To be fair, robots aren't the only things that attack the Justice League while they attempt to access the Fortress.  Superman appears to have collected a ton of weaponry "too dangerous to even attempt to destroy."  Lame.  Seriously, lame.  

Technology is always prone to physical forces.  Superman should have just tossed these weapons on Venus.  Nothing survives the hostile atmosphere of Venus.  Proteins literally fall apart on Venus.  Metal turns to steam.  While I can see an argument against tossing things into the sun, Venus would make an excellent disposal site.
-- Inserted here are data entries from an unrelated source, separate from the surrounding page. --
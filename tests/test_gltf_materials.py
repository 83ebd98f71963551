"""Materials, textures, samplers, variants, cameras and lights, on files built in code.

Sources: glTF 2.0 spec §Materials, §Textures, §Samplers, §Cameras; the KHR extension READMEs
(defaults quoted from their property tables); IEC 61966-2-1 for sRGB.
"""

from __future__ import annotations

import math

import numpy as np
import pytest
from gltf_builder import GltfBuilder, quad

from shots.errors import GltfError
from shots.gltf import load_scene
from shots.gltf.materials import texture_transform
from shots.kernels.texture import NO_FOOTPRINT, sample_texture
from shots.scene import (
    ALPHA_MASK,
    FILTER_LINEAR,
    FILTER_NEAREST,
    LINEAR_MIPMAP_LINEAR,
    P_ALPHA_CUTOFF,
    P_ALPHA_MODE,
    P_ATTENUATION_B,
    P_ATTENUATION_DISTANCE,
    P_ATTENUATION_R,
    P_BASE_A,
    P_BASE_R,
    P_CLEARCOAT,
    P_CLEARCOAT_ROUGHNESS,
    P_EMISSIVE_B,
    P_EMISSIVE_R,
    P_IOR,
    P_METALLIC,
    P_NORMAL_SCALE,
    P_OCCLUSION_STRENGTH,
    P_ROUGHNESS,
    P_SHEEN_B,
    P_SHEEN_R,
    P_SHEEN_ROUGHNESS,
    P_SPECULAR,
    P_SPECULAR_B,
    P_SPECULAR_R,
    P_THICKNESS,
    P_TRANSMISSION,
    P_UNLIT,
    T_BASE_COLOR,
    T_CLEARCOAT,
    T_EMISSIVE,
    T_METALLIC_ROUGHNESS,
    T_NORMAL,
    T_OCCLUSION,
    T_SHEEN_COLOR,
    T_SPECULAR_COLOR,
    T_TRANSMISSION,
    TI_BYTES,
    TI_CHANNELS,
    TI_HEIGHT,
    TI_MAG_FILTER,
    TI_MIN_FILTER,
    TI_OFFSET,
    TI_WIDTH,
    TI_WRAP_S,
    TI_WRAP_T,
    WRAP_CLAMP,
    WRAP_MIRROR,
    WRAP_REPEAT,
)

P, UV, IDX = quad()
N = np.tile([0, 0, 1], (4, 1)).astype(np.float32)


def load_with(tmp_path, material: dict | None = None, builder: GltfBuilder | None = None,
              extra_nodes: list[int] = ()):
    b = builder or GltfBuilder()
    mat = None if material is None else b.material(**material)
    mesh = b.mesh(P, IDX, normals=N, uv0=UV, material=mat)
    b.scene([b.node(mesh=mesh), *extra_nodes])
    return load_scene(b.write_glb(tmp_path / "m.glb"))


def texel_value(scene, texture: int) -> np.ndarray:
    """The decoded RGBA of texel (0, 0) of a texture, as the renderer's lookup returns it."""
    out = np.zeros(4)
    info = scene.textures.info
    u = 0.5 / info[texture, TI_WIDTH]
    v = 0.5 / info[texture, TI_HEIGHT]
    sample_texture(scene.textures.texels, info, texture, u, v, NO_FOOTPRINT, out)
    return out


def iec_decode(code: int) -> float:
    # IEC 61966-2-1: c <= 0.04045 -> c/12.92, else ((c+0.055)/1.055)^2.4, with c = code/255
    c = code / 255
    return c / 12.92 if c <= 0.04045 else ((c + 0.055) / 1.055) ** 2.4


# ---------------------------------------------------------------- factors ------------------

def test_core_factors(tmp_path):
    # Spec §Materials: values copied; emissive × KHR_materials_emissive_strength (its README:
    # factor 1, strength 5 -> 5)
    scene = load_with(tmp_path, {
        "pbrMetallicRoughness": {"baseColorFactor": [0.2, 1, 0.7, 0.5], "metallicFactor": 0.25,
                                 "roughnessFactor": 0.75},
        "emissiveFactor": [1, 0.5, 0],
        "extensions": {"KHR_materials_emissive_strength": {"emissiveStrength": 5}},
        "alphaMode": "MASK", "doubleSided": True,
    })
    row = scene.materials.params[0]
    np.testing.assert_allclose(row[P_BASE_R : P_BASE_A + 1], [0.2, 1, 0.7, 0.5])
    assert row[P_METALLIC] == 0.25 and row[P_ROUGHNESS] == 0.75
    np.testing.assert_allclose(row[P_EMISSIVE_R : P_EMISSIVE_B + 1], [5, 2.5, 0])
    assert row[P_ALPHA_MODE] == ALPHA_MASK
    assert row[P_ALPHA_CUTOFF] == 0.5  # Spec §Materials: alphaCutoff default 0.5


def test_material_without_pbr_block_is_white_metal(tmp_path):
    # Spec §Materials: pbrMetallicRoughness absent -> its defaults (white, metallic 1, rough 1)
    scene = load_with(tmp_path, {"name": "plain"})
    row = scene.materials.params[0]
    assert tuple(row[P_BASE_R : P_BASE_A + 1]) == (1, 1, 1, 1)
    assert row[P_METALLIC] == 1 and row[P_ROUGHNESS] == 1
    assert scene.materials.names == ("plain", "(default material)")


def test_extension_values(tmp_path):
    # Values as written in each KHR_materials_* extension object
    scene = load_with(tmp_path, {"extensions": {
        "KHR_materials_transmission": {"transmissionFactor": 0.9},
        "KHR_materials_ior": {"ior": 1.33},
        "KHR_materials_volume": {"thicknessFactor": 0.01, "attenuationDistance": 0.5,
                                 "attenuationColor": [0.9, 0.8, 0.7]},
        "KHR_materials_clearcoat": {"clearcoatFactor": 1.0, "clearcoatRoughnessFactor": 0.1},
        "KHR_materials_specular": {"specularFactor": 0.5, "specularColorFactor": [1, 0.9, 0.8]},
        "KHR_materials_sheen": {"sheenColorFactor": [0.3, 0.2, 0.1], "sheenRoughnessFactor": 0.6},
        "KHR_materials_unlit": {},
    }})
    row = scene.materials.params[0]
    assert row[P_TRANSMISSION] == pytest.approx(0.9) and row[P_IOR] == pytest.approx(1.33)
    assert row[P_THICKNESS] == pytest.approx(0.01)
    assert row[P_ATTENUATION_DISTANCE] == pytest.approx(0.5)
    np.testing.assert_allclose(row[P_ATTENUATION_R : P_ATTENUATION_B + 1], [0.9, 0.8, 0.7])
    assert row[P_CLEARCOAT] == 1 and row[P_CLEARCOAT_ROUGHNESS] == pytest.approx(0.1)
    assert row[P_SPECULAR] == 0.5
    np.testing.assert_allclose(row[P_SPECULAR_R : P_SPECULAR_B + 1], [1, 0.9, 0.8])
    np.testing.assert_allclose(row[P_SHEEN_R : P_SHEEN_B + 1], [0.3, 0.2, 0.1])
    assert row[P_SHEEN_ROUGHNESS] == pytest.approx(0.6) and row[P_UNLIT] == 1


def test_extension_defaults(tmp_path):
    # Defaults from the extension READMEs: transmission 0, ior 1.5, thickness 0, attenuation
    # distance +inf and colour white, clearcoat 0, specular 1 and colour white, sheen colour
    # black and roughness 0
    scene = load_with(tmp_path, {"extensions": {
        name: {} for name in ("KHR_materials_transmission", "KHR_materials_ior",
                              "KHR_materials_volume", "KHR_materials_clearcoat",
                              "KHR_materials_specular", "KHR_materials_sheen")}})
    row = scene.materials.params[0]
    assert row[P_TRANSMISSION] == 0 and row[P_IOR] == 1.5 and row[P_THICKNESS] == 0
    assert row[P_ATTENUATION_DISTANCE] == np.inf
    assert tuple(row[P_ATTENUATION_R : P_ATTENUATION_B + 1]) == (1, 1, 1)
    assert row[P_CLEARCOAT] == 0 and row[P_SPECULAR] == 1
    assert tuple(row[P_SPECULAR_R : P_SPECULAR_B + 1]) == (1, 1, 1)
    assert tuple(row[P_SHEEN_R : P_SHEEN_B + 1]) == (0, 0, 0) and row[P_SHEEN_ROUGHNESS] == 0
    assert row[P_UNLIT] == 0


# ---------------------------------------------------------------- textures -----------------

CORNERS = np.array([[[255, 0, 0, 255], [0, 255, 0, 255]],
                    [[0, 0, 255, 255], [255, 255, 255, 255]]], np.uint8)  # TL red, TR green...


def test_texture_rows_start_at_the_image_top(tmp_path):
    # Spec §Images: uv (0,0) is the first pixel of the image (top-left), so with
    # TL red, TR green, BL blue, BR white -> atlas texels in that reading order
    b = GltfBuilder()
    tex = b.image_png(CORNERS)
    scene = load_with(tmp_path, {"pbrMetallicRoughness": {"baseColorTexture": {"index": tex}}}, b)
    info = scene.textures.info[scene.materials.texture[0, T_BASE_COLOR]]
    assert (info[TI_WIDTH], info[TI_HEIGHT], info[TI_CHANNELS], info[TI_BYTES]) == (2, 2, 4, 1)
    codes = scene.textures.texels[info[TI_OFFSET] : info[TI_OFFSET] + 16].reshape(4, 4)
    np.testing.assert_array_equal(codes, CORNERS.reshape(4, 4))
    # and the quad's vertex at world top-left (0,1,0) carries uv (0,0), the red texel
    top_left = np.flatnonzero(np.all(scene.positions == [0, 1, 0], axis=1))[0]
    np.testing.assert_array_equal(scene.uv[0, top_left], [0, 0])


def test_colour_textures_are_srgb_decoded_and_data_textures_linear(tmp_path):
    # Spec §Materials (metallicRoughnessTexture: G roughness, B metallic, linear), IEC 61966-2-1:
    # one image with texel (255, 64, 192) used as base colour (sRGB) and as metallicRoughness
    # (linear: roughness G = 0.251, metallic B = 0.753)
    b = GltfBuilder()
    tex = b.image_png(np.array([[[255, 64, 192, 128]]], np.uint8))
    scene = load_with(tmp_path, {"pbrMetallicRoughness": {
        "baseColorTexture": {"index": tex}, "metallicRoughnessTexture": {"index": tex}}}, b)
    t = scene.materials.texture[0]
    srgb = texel_value(scene, t[T_BASE_COLOR])
    linear = texel_value(scene, t[T_METALLIC_ROUGHNESS])
    np.testing.assert_allclose(srgb, [iec_decode(255), iec_decode(64), iec_decode(192),
                                      128 / 255], rtol=1e-6)
    np.testing.assert_allclose(linear[1:3], [0.251, 0.753], atol=5e-4)
    assert iec_decode(128) == pytest.approx(0.21586, abs=1e-5)  # IEC 61966-2-1 decode of 128/255


def test_srgb_slots(tmp_path):
    # Spec §Materials and the KHR_materials_* READMEs: emissive, specularColor, sheenColor are
    # sRGB; transmission, clearcoat, normal and occlusion are linear
    b = GltfBuilder()
    tex = b.image_png(np.full((1, 1, 3), 128, np.uint8))
    ref = {"index": tex}
    scene = load_with(tmp_path, {
        "emissiveTexture": ref, "normalTexture": {"index": tex, "scale": 0.5},
        "occlusionTexture": {"index": tex, "strength": 0.25},
        "extensions": {
            "KHR_materials_specular": {"specularColorTexture": ref},
            "KHR_materials_sheen": {"sheenColorTexture": ref},
            "KHR_materials_transmission": {"transmissionTexture": ref},
            "KHR_materials_clearcoat": {"clearcoatTexture": ref}}}, b)
    t, info = scene.materials.texture[0], scene.textures.info

    def red(slot):
        return texel_value(scene, t[slot])[0]

    for slot in (T_EMISSIVE, T_SPECULAR_COLOR, T_SHEEN_COLOR):
        assert red(slot) == pytest.approx(iec_decode(128), rel=1e-6)
    for slot in (T_NORMAL, T_OCCLUSION, T_TRANSMISSION, T_CLEARCOAT):
        assert red(slot) == pytest.approx(128 / 255, rel=1e-6)
    row = scene.materials.params[0]
    assert row[P_NORMAL_SCALE] == 0.5 and row[P_OCCLUSION_STRENGTH] == 0.25
    assert len(info) == 2  # one image, decoded once per colour space
    # ... and stored once per colour space, however many slots use it
    assert len(set(info[:, TI_OFFSET])) == 2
Turning to the main plot points.  The prevailing H'el story doesn't really advance all that much.  Superman and Superboy end up being teleported somewhere.  

Another Kryptonian enjoys a better showing this week.  Even if the artwork makes burlesque blush.  The Ami-Comi Power Girl relies on the sexist traditions of anime and Power Girl.

Supersize Me

The inking is also a little too heavy for my liking.  However, the story reads like a slightly altered issue of Jimmy Palmiotti's and Justin Gray's remarkable Power Girl series published at the end of the old DCU and that's like surprise whipped cream on dessert.

Gray and Palmiotti detail an even more open Power Girl.  Rather than just position her as the head of Starr Technologies, she is a publicly known alien.  Therefore, she judiciously employs Kryptonian technology to better the world.

The Ami-Comi universe lacks male heroes.  So, Ma and Pa Kent found Power Girl in the Kansas cornfields long ago.  This issue Power Girl discovers her cousin Supergirl.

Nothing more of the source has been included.